# The coolest awl I have ever seen!



## mafe (Dec 10, 2009)

*The coolest awl I have ever seen!*
Santa actually bring out presents…

Ok, perhaps not Santa but the postman,
perhaps not from Santa,
in fact from my wonderful friend Jim .









Take a look at this!
That is what I call a sexy awl!!!









And please notice the level of detail.
And the super cool top, I wonder if Jim fired the shot himself?









Ohhhhh yeaaaaaaaaaaaaaa!
Not just an awl.
A so cool awl.
A gift from a wonderful friend of mine.
A gift from Jim.









I have to admit that right now I do more clay than wood.
Hope I will not be kicked out of LJ…
Smiles.









But also a little woodworking, a bookshelf wall mount and some kitchen shelves and cabinets for a friend, so I hope to be forgiven.

Dear Jim, thank you soooooo much for the wonderful awl and thank you for the beautiful bracelet for my beloved daughter Mathilde, we are both more than happy, we are touched deep in our hearts.
I know you often send me a thought and a prayer, I often send you a thought back and even managed to send you back a few prayers.
May life be sweet to you and yours, you do deserve that.

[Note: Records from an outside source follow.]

package org.precedent.api.testing;

import static org.junit.jupiter.api.Assertions.assertEquals;
import static org.junit.jupiter.api.Assertions.assertFalse;
import static org.junit.jupiter.api.Assertions.assertTrue;

import java.io.IOException;
import java.nio.charset.StandardCharsets;
import java.nio.file.Files;
import java.nio.file.Path;
import java.util.ArrayDeque;
import java.util.ArrayList;
import java.util.Deque;
import java.util.HashMap;
import java.util.List;
import java.util.Map;
import java.util.Set;
import java.util.TreeMap;
import java.util.TreeSet;
import java.util.regex.Matcher;
import java.util.regex.Pattern;
import java.util.stream.Stream;
import org.junit.jupiter.api.Test;

/**
 * The package dependencies of the main code of all four modules, read from the sources' imports
 * and fully qualified names (a qualified name in a comment counts too: a Javadoc link is a use):
 * no package cycles, and every package documented. The rules are the redesign issue's ("no package
 * cycles"; "a package-info.java for every package"); the module boundaries themselves are held by
 * Maven, which compiles each module against the ones below it.
 */
class PackageDependenciesTest {
  private static final List<String> MODULES = List.of("demo-data/generator", "knowledge", "engine", "api");
  private static final Pattern PACKAGE = Pattern.compile("^package ([\\w.]+);", Pattern.MULTILINE);
  // An import of a Precedent class, or a qualified use such as org.precedent.knowledge.io.AtomicFiles:
  // the package is everything before the first capitalised segment.
  private static final Pattern REFERENCE = Pattern.compile("\\b(org\\.precedent(?:\\.[a-z]\\w*)+)\\.[A-Z]");

  @Test
  void noPackageDependsOnItselfThroughOthers() throws IOException {
    Map<String, Set<String>> deps = dependencies();
    assertTrue(deps.size() > 20, "packages read: " + deps.keySet());
    assertEquals(List.of(), cycles(deps), "package cycles");
  }

  @Test
  void theDependenciesTheRedesignTurnedRoundStayRemoved() throws IOException {
    Map<String, Set<String>> deps = dependencies();
    // The store is written around an index it is handed; retrieval reads the store.
    assertFalse(deps.get("org.precedent.knowledge.store").contains("org.precedent.knowledge.retrieve"));
    assertTrue(deps.get("org.precedent.knowledge.retrieve").contains("org.precedent.knowledge.store"));
    // The network is built from its own settings record; the reranker builds on the network.
    assertFalse(deps.get("org.precedent.engine.rerank.net").contains("org.precedent.engine.rerank"));
    assertTrue(deps.get("org.precedent.engine.rerank").contains("org.precedent.engine.rerank.net"));
  }

  @Test
  void everyPackageSaysWhatItIsForInAPackageInfo() throws IOException {
    List<String> undocumented = new ArrayList<>();
    for (Path dir : packageDirectories()) {
      Path info = dir.resolve("package-info.java");
      if (!Files.isRegularFile(info) || !Files.readString(info, StandardCharsets.UTF_8).contains("/**")) {
        undocumented.add(TrainedData.root().relativize(dir).toString());
      }
    }
    assertEquals(List.of(), undocumented, "packages without a documented package-info.java");
  }

  /** Package to the other Precedent packages its main sources refer to. */
  private static Map<String, Set<String>> dependencies() throws IOException {
    Map<String, Set<String>> deps = new TreeMap<>();
    for (Path file : mainSources()) {
      String text = Files.readString(file, StandardCharsets.UTF_8);
      Matcher p = PACKAGE.matcher(text);
      if (!p.find()) {
        throw new IllegalStateException(file + ": no package declaration");
      }
      String pkg = p.group(1);
      Set<String> used = deps.computeIfAbsent(pkg, k -> new TreeSet<>());
      Matcher r = REFERENCE.matcher(text);
      while (r.find()) {
        if (!r.group(1).equals(pkg)) {
          used.add(r.group(1));
        }
      }
    }
    return deps;
  }

  /** The strongly connected components of more than one package (Tarjan 1972), each sorted. */
  private static List<List<String>> cycles(Map<String, Set<String>> deps) {
    Map<String, Integer> index = new HashMap<>();
    Map<String, Integer> low = new HashMap<>();
    Deque<String> stack = new ArrayDeque<>();
    Set<String> onStack = new TreeSet<>();
    List<List<String>> found = new ArrayList<>();
    for (String start : deps.keySet()) {
      if (!index.containsKey(start)) {
        connect(start, deps, index, low, stack, onStack, found);
      }
    }
    return found;
  }

  private static void connect(String v, Map<String, Set<String>> deps, Map<String, Integer> index,
      Map<String, Integer> low, Deque<String> stack, Set<String> onStack, List<List<String>> found) {
    index.put(v, index.size());
    low.put(v, index.get(v));
    stack.push(v);
    onStack.add(v);
    for (String w : deps.getOrDefault(v, Set.of())) {
      if (!deps.containsKey(w)) {
        continue; // a package with no main sources (a typo would not compile)
      }
      if (!index.containsKey(w)) {
        connect(w, deps, index, low, stack, onStack, found);
        low.put(v, Math.min(low.get(v), low.get(w)));
      } else if (onStack.contains(w)) {
        low.put(v, Math.min(low.get(v), index.get(w)));
      }
    }
    if (low.get(v).equals(index.get(v))) {
      List<String> component = new ArrayList<>();
      String w;
      do {
        w = stack.pop();
        onStack.remove(w);
        component.add(w);
      } while (!w.equals(v));
      if (component.size() > 1) {
        component.sort(null);
        found.add(component);
      }
    }
  }

  private static List<Path> mainSources() throws IOException {
    List<Path> files = new ArrayList<>();
    for (String module : MODULES) {
      try (Stream<Path> walk = Files.walk(TrainedData.root().resolve(module).resolve("src/main/java"))) {
        walk.filter(f -> f.toString().endsWith(".java")).sorted().forEach(files::add);
      }
    }
    return files;
  }

  private static Set<Path> packageDirectories() throws IOException {
    Set<Path> dirs = new TreeSet<>();
    for (Path file : mainSources()) {
      if (!file.getFileName().toString().equals("package-info.java")) {
        dirs.add(file.getParent());
      }
    }
    return dirs;
  }
}
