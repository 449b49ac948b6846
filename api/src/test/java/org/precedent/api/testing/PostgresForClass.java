package org.precedent.api.testing;

import io.zonky.test.db.postgres.embedded.EmbeddedPostgres;
import java.io.IOException;
import java.io.UncheckedIOException;
import java.sql.Connection;
import java.sql.SQLException;
import java.sql.Statement;
import javax.sql.DataSource;
import org.junit.jupiter.api.extension.AfterAllCallback;
import org.junit.jupiter.api.extension.BeforeAllCallback;
import org.junit.jupiter.api.extension.ExtensionContext;

/**
 * A real PostgreSQL server (embedded-postgres: the server's own binaries, started as a child
 * process) for one test class: starting one costs about 1.5 s, so a class shares it and empties
 * the service's tables between tests ({@link #reset}).
 */
public final class PostgresForClass implements BeforeAllCallback, AfterAllCallback {
  private EmbeddedPostgres server;

  @Override
  public void beforeAll(ExtensionContext context) throws IOException {
    server = EmbeddedPostgres.builder().start();
  }

  @Override
  public void afterAll(ExtensionContext context) throws IOException {
    if (server != null) {
      server.close();
    }
  }

  /** The server's {@code postgres} database, as its superuser. */
  public DataSource dataSource() {
    return server.getPostgresDatabase();
  }

  /** The JDBC address, for a service started with {@code spring.datasource.url}. */
  public String url() {
    return server.getJdbcUrl("postgres", "postgres");
  }

  /** Empties every table the migrations made, keeping the tables and Flyway's history. */
  public void reset() {
    try (Connection c = dataSource().getConnection(); Statement s = c.createStatement()) {
      s.execute("TRUNCATE queue_ticket, ticket_decision, suggestion_feedback, threshold_change,"
          + " model_activation, storage_probe, shared_in_force RESTART IDENTITY");
    } catch (SQLException e) {
      throw new UncheckedIOException(new IOException("could not empty the test database", e));
    }
  }
}
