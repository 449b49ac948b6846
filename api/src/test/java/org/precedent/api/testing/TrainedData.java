package org.precedent.api.testing;

import java.io.IOException;
import java.io.UncheckedIOException;
import java.nio.charset.StandardCharsets;
import java.nio.file.Files;
import java.nio.file.Path;
import java.nio.file.StandardOpenOption;
import java.util.List;
import java.util.Map;
import java.util.stream.Stream;
import org.precedent.engine.learn.TeamModelTrainer;
import org.precedent.engine.rerank.RerankerConfig;
import org.precedent.knowledge.clean.TextCleaner;
import org.precedent.knowledge.group.AnswerGrouper;
import org.precedent.knowledge.ingest.ColumnMapping;
import org.precedent.knowledge.ingest.ExportFormat;
import org.precedent.knowledge.ingest.Ingestor;
import org.precedent.knowledge.io.Progress;
import org.precedent.knowledge.store.DataDir;
import org.precedent.knowledge.store.Knowledge;
import org.precedent.knowledge.ticket.Ticket;

/**
 * A small trained data directory, built once per test run and shared by the test classes: 600
 * demo tickets ingested and a tiny reranker trained on them (the demo's safety rules in force).
 * Each test gets its own copy, so tests never see each other's queue, thresholds or versions.
 */
public final class TrainedData {
  public static final int TICKETS = 600;
  private static Path built;

  private TrainedData() {}

  /** The repository root (set by the build as {@code precedent.root}). */
  public static Path root() {
    String root = System.getProperty("precedent.root");
    return root != null ? Path.of(root) : Path.of("..").toAbsolutePath().normalize();
  }

  /** A fresh copy of the trained data directory. */
  public static synchronized Path copy() {
    try {
      if (built == null) {
        built = build();
        Path done = built;
        Runtime.getRuntime().addShutdownHook(new Thread(() -> delete(done)));
      }
      Path target = Files.createTempDirectory("precedent-test-data-");
      copyTree(built, target);
      return target;
    } catch (IOException e) {
      throw new UncheckedIOException(e);
    }
  }

  /** A question that overflows the stack of whoever checks it against {@link #copyWithOverflowingRule}'s rule. */
  public static final String OVERFLOWING_QUESTION = "my bin was not emptied " + "a'".repeat(5000);

  /**
   * A copy whose safety policy holds a rule a help desk could well write, a repeated group, which
   * java.util.regex matches by recursing once per repetition: {@link #OVERFLOWING_QUESTION}
   * overflows the stack of any thread that checks it, a real fault of a decision.
   */
  public static Path copyWithOverflowingRule() {
    Path data = copy();
    try {
      Files.writeString(data.resolve("safety.rules"), "\nrule apostrophe-words | health | "
          + "(?:[a-z]+')+x\n", StandardCharsets.UTF_8, StandardOpenOption.APPEND);
    } catch (IOException e) {
      throw new UncheckedIOException(e);
    }
    return data;
  }

  private static Path build() throws IOException {
    try {
      return buildOnce();
    } catch (org.precedent.knowledge.ingest.IngestException e) {
      throw new IOException(e.getMessage(), e);
    }
  }

  private static Path buildOnce() throws IOException, org.precedent.knowledge.ingest.IngestException {
    Path dir = Files.createTempDirectory("precedent-trained-");
    Path demo = root().resolve("demo-data");
    DataDir data = new DataDir(dir);
    ColumnMapping mapping = ColumnMapping.fromFile(demo.resolve("mapping.properties"), Map.of());
    Ingestor ingestor = new Ingestor(data, TextCleaner.standard(), AnswerGrouper.standard());
    Ingestor.ParsedExport all = ingestor.parse(demo.resolve("tickets.csv"), ExportFormat.CSV,
        mapping, Progress.silent());
    List<Ticket> some = all.tickets().subList(0, TICKETS);
    ingestor.store(new Ingestor.ParsedExport(all.file(), TICKETS, 0, some, List.of(), List.of()),
        Progress.silent());
    Files.copy(demo.resolve("safety.rules"), dir.resolve("safety.rules"));
    RerankerConfig tiny = RerankerConfig.defaults().withSizes(32, 64).withEpochs(2, 1)
        .withMaxTokens(32, 24);
    long start = System.nanoTime();
    Knowledge knowledge = Knowledge.open(data).orElseThrow();
    new TeamModelTrainer(data, tiny).train(knowledge, false);
    System.err.printf("test data: %d tickets ingested and a tiny model trained in %.1f s%n",
        TICKETS, (System.nanoTime() - start) / 1e9);
    // A second version, identical but for its name, to switch between.
    copyTree(data.models().resolve("v-0001"), data.models().resolve("v-0002"));
    return dir;
  }

  public static void copyTree(Path from, Path to) throws IOException {
    try (Stream<Path> paths = Files.walk(from)) {
      for (Path p : paths.toList()) {
        Path target = to.resolve(from.relativize(p).toString());
        if (Files.isDirectory(p)) {
          Files.createDirectories(target);
        } else {
          Files.copy(p, target);
        }
      }
    }
  }

  public static void delete(Path dir) {
    if (dir == null || !Files.exists(dir)) {
      return;
    }
    try {
      org.precedent.knowledge.io.AtomicFiles.deleteTree(dir);
    } catch (IOException e) {
      // A temp directory left behind is harmless; the test result is what matters.
    }
  }
}
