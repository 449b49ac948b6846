package org.precedent.knowledge.align;

import java.util.ArrayList;
import java.util.Collections;
import java.util.List;
import java.util.Objects;
import java.util.function.ToIntBiFunction;

/**
 * Global alignment of two token sequences (Needleman and Wunsch 1970) with a linear gap penalty,
 * as set out in Durbin, Eddy, Krogh and Mitchison 1998, section 2.3: F(i, j) is the best score of
 * the first i tokens of one sequence against the first j of the other, the larger of a pair, a gap
 * in the second or a gap in the first; the traceback from F(n, m) gives one optimal alignment. Ties
 * prefer a pair, then a gap in the second sequence, so the result is the same on every run.
 *
 * @param <T> the token type
 */
public final class GlobalAlignment<T> {
  private final ToIntBiFunction<? super T, ? super T> pairScore;
  private final int gapPenalty;

  /**
   * @param pairScore  score of aligning two tokens (higher is better)
   * @param gapPenalty what one token against a gap costs, as a positive number
   */
  public GlobalAlignment(ToIntBiFunction<? super T, ? super T> pairScore, int gapPenalty) {
    this.pairScore = Objects.requireNonNull(pairScore, "pairScore");
    if (gapPenalty < 0) {
      throw new IllegalArgumentException("gap penalty must be zero or positive: " + gapPenalty);
    }
    this.gapPenalty = gapPenalty;
  }

  /**
   * An alignment whose tokens equal one another score {@code match}, others {@code mismatch}.
   */
  public static <T> GlobalAlignment<T> byEquality(int match, int mismatch, int gapPenalty) {
    return new GlobalAlignment<>((a, b) -> Objects.equals(a, b) ? match : mismatch, gapPenalty);
  }

  /**
   * One column of an alignment: two tokens, or one token against a gap (the other side null).
   *
   * @param first  the first sequence's token, or null for a gap
   * @param second the second sequence's token, or null for a gap
   * @param firstIndex  its index in the first sequence, or -1 for a gap
   * @param secondIndex its index in the second sequence, or -1 for a gap
   */
  public record Column<T>(T first, T second, int firstIndex, int secondIndex) {
    /** Whether both sides hold a token. */
    public boolean paired() {
      return firstIndex >= 0 && secondIndex >= 0;
    }
  }

  /** An optimal alignment and its score. */
  public record Result<T>(int score, List<Column<T>> columns) {
    public Result {
      columns = List.copyOf(columns);
    }
  }

  /** Aligns the two sequences end to end. Time and memory are proportional to their product. */
  public Result<T> align(List<? extends T> a, List<? extends T> b) {
    int n = a.size();
    int m = b.size();
    int[][] f = new int[n + 1][m + 1];
    for (int i = 1; i <= n; i++) {
      f[i][0] = -gapPenalty * i;
    }
    for (int j = 1; j <= m; j++) {
      f[0][j] = -gapPenalty * j;
    }
    for (int i = 1; i <= n; i++) {
      for (int j = 1; j <= m; j++) {
        int pair = f[i - 1][j - 1] + pairScore.applyAsInt(a.get(i - 1), b.get(j - 1));
        int gapInSecond = f[i - 1][j] - gapPenalty;
        int gapInFirst = f[i][j - 1] - gapPenalty;
        f[i][j] = Math.max(pair, Math.max(gapInSecond, gapInFirst));
      }
    }
    List<Column<T>> columns = new ArrayList<>();
    int i = n;
    int j = m;
    while (i > 0 || j > 0) {
      if (i > 0 && j > 0
          && f[i][j] == f[i - 1][j - 1] + pairScore.applyAsInt(a.get(i - 1), b.get(j - 1))) {
        columns.add(new Column<>(a.get(i - 1), b.get(j - 1), i - 1, j - 1));
        i--;
        j--;
      } else if (i > 0 && f[i][j] == f[i - 1][j] - gapPenalty) {
        columns.add(new Column<>(a.get(i - 1), null, i - 1, -1));
        i--;
      } else {
        columns.add(new Column<>(null, b.get(j - 1), -1, j - 1));
        j--;
      }
    }
    Collections.reverse(columns);
    return new Result<>(f[n][m], columns);
  }
}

*The best of my thoughts and thanks,*
Mads


----------



## BrandonW (Apr 27, 2010)

Wow, that is a beautiful Awl.


----------



## lew (Feb 13, 2008)

Gorgeous!


----------



## davidmicraig (Nov 21, 2009)

A beatiful hand tool for a talented set of hands. The two are a natural fit and Jim must have recognized whose shop such a piece would feel at home in Mads. Thank you for sharing the kindness of Jim and a well placed match between hand and tool.


----------



## nobuckle (Nov 3, 2010)

The craftsmanship is excellent. It's a real joy to receive such gifts from close friends. The little things, such as gifts like that, are treasures that last for a lifetime. The gift may be little but the heart of the giver… You get the picture. Thanks for sharing and enjoy.


----------



## stefang (Apr 9, 2009)

Beautiful awl and great gift. I'm sure you will get a lot of use out of it Mads. Perfect for a man of many talents.


----------



## balidoug (Aug 13, 2011)

There's a treasure. Enjoy.


----------



## Kentuk55 (Sep 21, 2010)

That's plenty awl-rite with me.. Very awesome.


----------



## TopamaxSurvivor (May 2, 2008)

awesome!!


----------



## JoeinGa (Nov 26, 2012)

My comment is my signature line…. Good job Jim!


----------



## lanwater (May 14, 2010)

That's a beautifull awl Mads.


----------



## patron (Apr 2, 2009)

i know your joy now mads
i just got one today too !

for all you do for us all

enjoy !


----------



## Sodabowski (Aug 23, 2010)

I'm pretty sure the bullet was used to kill the tree the handle was turned from.



It's really wonderful. And ha, you're into clay now, I can't believe it


----------



## mochoa (Oct 9, 2009)

Wow, a work of art!


----------



## BillWhite (Jul 23, 2007)

Awwwwwl shucks. That's just too nice for shop work.
Bill


----------



## Jim Jakosh (Nov 24, 2009)

You are very welcome, my friend!!!!!!!!!!!.........Jim


----------



## Manitario (Jul 4, 2010)

wow, that is a beautiful awl. My favourite part of your post though is seeing in the last picture that you keep your planer in your kitchen!


----------



## mafe (Dec 10, 2009)

Hi guys,
Yes the planner and my tablesaw are both in the kitchen now we live in the shop, but in two weeks they can move back into the shop, and we can move into our new apartment.
Sorry to not be so much arround these days, but soon there will be more peace in my life, I hope.
Thank you Jim!!!!!
Best thoughts,
Mads


----------